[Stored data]
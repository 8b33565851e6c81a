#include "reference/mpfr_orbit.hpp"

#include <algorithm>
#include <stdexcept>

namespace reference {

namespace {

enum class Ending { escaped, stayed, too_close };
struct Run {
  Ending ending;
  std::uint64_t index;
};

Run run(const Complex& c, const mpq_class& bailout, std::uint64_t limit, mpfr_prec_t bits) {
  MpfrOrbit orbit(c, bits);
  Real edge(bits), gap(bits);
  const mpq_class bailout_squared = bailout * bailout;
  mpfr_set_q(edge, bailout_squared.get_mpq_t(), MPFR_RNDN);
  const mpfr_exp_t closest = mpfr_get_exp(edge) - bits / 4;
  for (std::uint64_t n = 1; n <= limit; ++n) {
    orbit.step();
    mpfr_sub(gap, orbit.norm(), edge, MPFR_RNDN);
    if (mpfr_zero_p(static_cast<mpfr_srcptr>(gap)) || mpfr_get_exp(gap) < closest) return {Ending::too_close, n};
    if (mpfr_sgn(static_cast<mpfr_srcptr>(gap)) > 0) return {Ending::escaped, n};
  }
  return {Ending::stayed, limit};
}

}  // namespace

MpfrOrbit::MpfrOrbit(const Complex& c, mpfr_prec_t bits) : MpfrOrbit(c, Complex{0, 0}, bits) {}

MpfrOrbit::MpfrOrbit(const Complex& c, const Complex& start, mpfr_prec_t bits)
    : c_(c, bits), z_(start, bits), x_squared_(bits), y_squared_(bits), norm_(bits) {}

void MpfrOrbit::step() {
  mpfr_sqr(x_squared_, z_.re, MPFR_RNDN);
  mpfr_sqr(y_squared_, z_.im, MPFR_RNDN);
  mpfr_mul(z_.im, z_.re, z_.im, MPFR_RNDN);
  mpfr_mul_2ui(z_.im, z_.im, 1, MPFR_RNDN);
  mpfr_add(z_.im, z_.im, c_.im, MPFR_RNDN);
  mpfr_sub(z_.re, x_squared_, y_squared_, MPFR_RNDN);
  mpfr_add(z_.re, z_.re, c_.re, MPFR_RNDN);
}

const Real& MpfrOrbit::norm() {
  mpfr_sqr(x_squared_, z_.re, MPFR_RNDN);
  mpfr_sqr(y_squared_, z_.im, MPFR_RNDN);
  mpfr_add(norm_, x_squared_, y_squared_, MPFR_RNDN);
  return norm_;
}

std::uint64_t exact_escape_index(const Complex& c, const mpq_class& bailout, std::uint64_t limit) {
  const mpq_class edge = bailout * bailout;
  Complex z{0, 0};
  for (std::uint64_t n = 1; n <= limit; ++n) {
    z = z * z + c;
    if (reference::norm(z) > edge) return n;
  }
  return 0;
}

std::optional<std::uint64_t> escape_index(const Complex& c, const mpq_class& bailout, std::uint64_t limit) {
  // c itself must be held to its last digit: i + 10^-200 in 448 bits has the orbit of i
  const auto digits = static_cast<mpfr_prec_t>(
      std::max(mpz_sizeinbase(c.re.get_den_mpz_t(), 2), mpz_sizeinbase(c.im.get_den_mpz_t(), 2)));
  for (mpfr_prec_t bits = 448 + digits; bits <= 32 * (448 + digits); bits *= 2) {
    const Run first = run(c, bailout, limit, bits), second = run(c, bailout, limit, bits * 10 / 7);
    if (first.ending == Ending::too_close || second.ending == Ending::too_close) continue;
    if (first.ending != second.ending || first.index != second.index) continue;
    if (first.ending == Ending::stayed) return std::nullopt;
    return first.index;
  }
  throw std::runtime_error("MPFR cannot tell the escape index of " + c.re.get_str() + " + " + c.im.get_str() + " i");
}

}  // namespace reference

==

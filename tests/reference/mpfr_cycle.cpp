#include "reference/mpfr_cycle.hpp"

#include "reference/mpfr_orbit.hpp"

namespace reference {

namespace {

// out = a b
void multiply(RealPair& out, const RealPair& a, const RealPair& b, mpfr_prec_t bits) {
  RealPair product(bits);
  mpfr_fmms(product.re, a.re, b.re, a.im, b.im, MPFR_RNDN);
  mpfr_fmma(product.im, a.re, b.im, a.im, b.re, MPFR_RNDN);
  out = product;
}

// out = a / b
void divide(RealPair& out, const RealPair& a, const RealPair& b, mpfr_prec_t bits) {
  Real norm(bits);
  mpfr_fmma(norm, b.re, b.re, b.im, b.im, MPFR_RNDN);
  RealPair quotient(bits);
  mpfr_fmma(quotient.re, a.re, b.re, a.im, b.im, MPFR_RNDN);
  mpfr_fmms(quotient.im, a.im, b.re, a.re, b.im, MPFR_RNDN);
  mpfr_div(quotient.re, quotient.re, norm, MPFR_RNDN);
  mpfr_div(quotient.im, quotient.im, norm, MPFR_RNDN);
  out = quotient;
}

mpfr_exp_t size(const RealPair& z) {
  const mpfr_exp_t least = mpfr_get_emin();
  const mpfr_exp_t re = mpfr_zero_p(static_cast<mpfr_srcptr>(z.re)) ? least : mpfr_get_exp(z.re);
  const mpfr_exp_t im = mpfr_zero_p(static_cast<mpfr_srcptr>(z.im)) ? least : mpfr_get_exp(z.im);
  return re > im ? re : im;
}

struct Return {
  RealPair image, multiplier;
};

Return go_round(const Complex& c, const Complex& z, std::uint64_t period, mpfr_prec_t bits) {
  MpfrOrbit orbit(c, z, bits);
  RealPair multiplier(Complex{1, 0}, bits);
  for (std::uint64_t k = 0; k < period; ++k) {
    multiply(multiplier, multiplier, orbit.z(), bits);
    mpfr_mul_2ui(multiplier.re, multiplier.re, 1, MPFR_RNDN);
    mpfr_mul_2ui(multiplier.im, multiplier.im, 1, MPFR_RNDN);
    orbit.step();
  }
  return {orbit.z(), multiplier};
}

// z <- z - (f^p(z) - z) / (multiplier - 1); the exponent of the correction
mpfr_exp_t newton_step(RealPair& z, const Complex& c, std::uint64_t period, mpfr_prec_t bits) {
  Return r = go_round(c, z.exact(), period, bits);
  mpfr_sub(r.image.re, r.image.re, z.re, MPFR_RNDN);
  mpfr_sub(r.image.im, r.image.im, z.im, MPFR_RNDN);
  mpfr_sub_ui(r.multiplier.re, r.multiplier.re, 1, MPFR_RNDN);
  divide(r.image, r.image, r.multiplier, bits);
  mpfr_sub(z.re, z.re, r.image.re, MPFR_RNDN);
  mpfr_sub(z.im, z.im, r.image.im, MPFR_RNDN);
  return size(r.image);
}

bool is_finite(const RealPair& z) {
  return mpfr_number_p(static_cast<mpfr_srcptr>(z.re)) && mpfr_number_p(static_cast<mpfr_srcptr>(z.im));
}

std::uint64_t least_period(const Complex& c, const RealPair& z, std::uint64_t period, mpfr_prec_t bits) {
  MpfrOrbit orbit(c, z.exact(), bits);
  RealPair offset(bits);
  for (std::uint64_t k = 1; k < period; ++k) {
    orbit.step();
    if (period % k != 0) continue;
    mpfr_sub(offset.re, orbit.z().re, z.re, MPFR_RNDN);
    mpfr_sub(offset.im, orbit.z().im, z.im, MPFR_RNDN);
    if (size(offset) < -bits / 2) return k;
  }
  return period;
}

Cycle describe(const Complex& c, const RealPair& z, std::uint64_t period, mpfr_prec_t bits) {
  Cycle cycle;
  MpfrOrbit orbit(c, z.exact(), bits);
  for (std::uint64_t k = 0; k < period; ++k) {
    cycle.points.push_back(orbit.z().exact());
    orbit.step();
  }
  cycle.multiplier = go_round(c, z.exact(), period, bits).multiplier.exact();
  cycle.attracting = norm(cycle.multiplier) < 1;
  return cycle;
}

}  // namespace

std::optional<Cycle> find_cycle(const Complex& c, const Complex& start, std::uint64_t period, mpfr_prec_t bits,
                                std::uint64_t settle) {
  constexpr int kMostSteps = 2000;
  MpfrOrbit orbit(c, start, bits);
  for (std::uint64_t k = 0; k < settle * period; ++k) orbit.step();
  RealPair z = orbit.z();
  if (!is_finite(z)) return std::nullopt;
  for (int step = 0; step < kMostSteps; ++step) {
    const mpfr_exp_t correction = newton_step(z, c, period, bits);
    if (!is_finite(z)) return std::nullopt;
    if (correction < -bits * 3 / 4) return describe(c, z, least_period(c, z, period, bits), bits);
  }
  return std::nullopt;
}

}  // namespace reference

---

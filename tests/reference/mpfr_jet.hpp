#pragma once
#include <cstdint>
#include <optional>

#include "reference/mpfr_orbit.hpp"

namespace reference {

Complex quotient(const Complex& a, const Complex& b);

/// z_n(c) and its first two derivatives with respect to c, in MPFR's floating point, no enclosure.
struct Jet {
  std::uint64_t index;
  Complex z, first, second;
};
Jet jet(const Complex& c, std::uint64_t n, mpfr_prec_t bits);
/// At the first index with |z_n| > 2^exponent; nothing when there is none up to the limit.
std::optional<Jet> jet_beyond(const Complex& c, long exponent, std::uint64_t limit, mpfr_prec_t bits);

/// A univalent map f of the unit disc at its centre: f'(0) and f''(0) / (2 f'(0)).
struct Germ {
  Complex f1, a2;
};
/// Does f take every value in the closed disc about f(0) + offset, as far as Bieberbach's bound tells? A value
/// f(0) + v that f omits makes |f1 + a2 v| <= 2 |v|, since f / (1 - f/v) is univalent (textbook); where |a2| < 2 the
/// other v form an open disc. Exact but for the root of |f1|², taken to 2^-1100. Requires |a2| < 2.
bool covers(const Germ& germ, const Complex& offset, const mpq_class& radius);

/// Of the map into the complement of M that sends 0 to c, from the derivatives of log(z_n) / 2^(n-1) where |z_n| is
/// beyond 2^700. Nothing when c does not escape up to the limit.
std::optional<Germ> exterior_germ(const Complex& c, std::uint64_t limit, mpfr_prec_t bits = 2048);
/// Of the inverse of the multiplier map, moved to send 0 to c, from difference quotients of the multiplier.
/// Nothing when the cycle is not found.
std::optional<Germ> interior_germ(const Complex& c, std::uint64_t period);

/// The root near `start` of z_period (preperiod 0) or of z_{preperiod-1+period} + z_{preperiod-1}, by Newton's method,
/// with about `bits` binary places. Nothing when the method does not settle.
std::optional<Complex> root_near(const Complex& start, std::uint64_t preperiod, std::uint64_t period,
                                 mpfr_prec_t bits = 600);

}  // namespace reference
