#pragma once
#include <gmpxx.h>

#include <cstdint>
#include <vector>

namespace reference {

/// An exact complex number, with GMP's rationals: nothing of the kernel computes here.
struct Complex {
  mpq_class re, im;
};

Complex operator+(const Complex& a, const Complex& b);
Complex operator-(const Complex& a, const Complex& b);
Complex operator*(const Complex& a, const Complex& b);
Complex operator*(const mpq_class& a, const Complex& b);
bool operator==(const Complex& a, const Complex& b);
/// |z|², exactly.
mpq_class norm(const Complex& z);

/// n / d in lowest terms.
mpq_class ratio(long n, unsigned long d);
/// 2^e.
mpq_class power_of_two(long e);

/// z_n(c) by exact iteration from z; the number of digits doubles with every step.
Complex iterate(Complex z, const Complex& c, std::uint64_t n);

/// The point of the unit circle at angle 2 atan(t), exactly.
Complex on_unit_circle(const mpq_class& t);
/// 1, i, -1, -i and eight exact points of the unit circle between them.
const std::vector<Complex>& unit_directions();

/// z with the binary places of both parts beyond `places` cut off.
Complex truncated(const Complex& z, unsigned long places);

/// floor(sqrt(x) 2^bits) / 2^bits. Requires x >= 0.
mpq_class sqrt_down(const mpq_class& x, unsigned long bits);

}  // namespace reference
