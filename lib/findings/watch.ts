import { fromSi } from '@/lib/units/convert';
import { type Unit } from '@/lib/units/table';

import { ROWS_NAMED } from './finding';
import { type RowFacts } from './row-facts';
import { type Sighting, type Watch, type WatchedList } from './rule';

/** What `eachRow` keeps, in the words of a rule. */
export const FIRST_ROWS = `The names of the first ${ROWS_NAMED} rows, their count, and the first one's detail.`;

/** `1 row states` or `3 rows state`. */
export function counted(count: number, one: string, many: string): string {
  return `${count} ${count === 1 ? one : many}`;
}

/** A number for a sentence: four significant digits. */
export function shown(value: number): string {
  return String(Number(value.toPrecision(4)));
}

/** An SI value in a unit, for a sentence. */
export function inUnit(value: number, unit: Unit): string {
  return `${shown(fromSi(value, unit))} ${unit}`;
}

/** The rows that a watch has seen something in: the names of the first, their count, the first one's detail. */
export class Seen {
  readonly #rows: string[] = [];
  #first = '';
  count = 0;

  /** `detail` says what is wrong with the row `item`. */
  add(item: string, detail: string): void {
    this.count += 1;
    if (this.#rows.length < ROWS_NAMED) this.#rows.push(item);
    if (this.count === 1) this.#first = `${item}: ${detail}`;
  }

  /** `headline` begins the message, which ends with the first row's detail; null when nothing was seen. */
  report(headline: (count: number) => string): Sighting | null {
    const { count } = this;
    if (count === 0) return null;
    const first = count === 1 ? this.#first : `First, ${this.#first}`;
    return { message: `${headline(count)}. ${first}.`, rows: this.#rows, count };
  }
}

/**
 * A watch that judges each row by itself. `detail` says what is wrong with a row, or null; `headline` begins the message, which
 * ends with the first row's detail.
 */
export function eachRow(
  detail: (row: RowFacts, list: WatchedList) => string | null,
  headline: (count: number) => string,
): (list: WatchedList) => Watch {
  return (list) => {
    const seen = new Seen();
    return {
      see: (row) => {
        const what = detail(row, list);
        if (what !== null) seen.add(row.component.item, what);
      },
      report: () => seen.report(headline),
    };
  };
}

## HOW TO COMPLETE THIS TASK
Go through the entries above and copy every line containing "method".

## ANSWER TO THIS PROBLEM
/// The root near `start` of z_period (preperiod 0) or of z_{preperiod-1+period} + z_{preperiod-1}, by Newton's method,
/// with about `bits` binary places. Nothing when the method does not settle.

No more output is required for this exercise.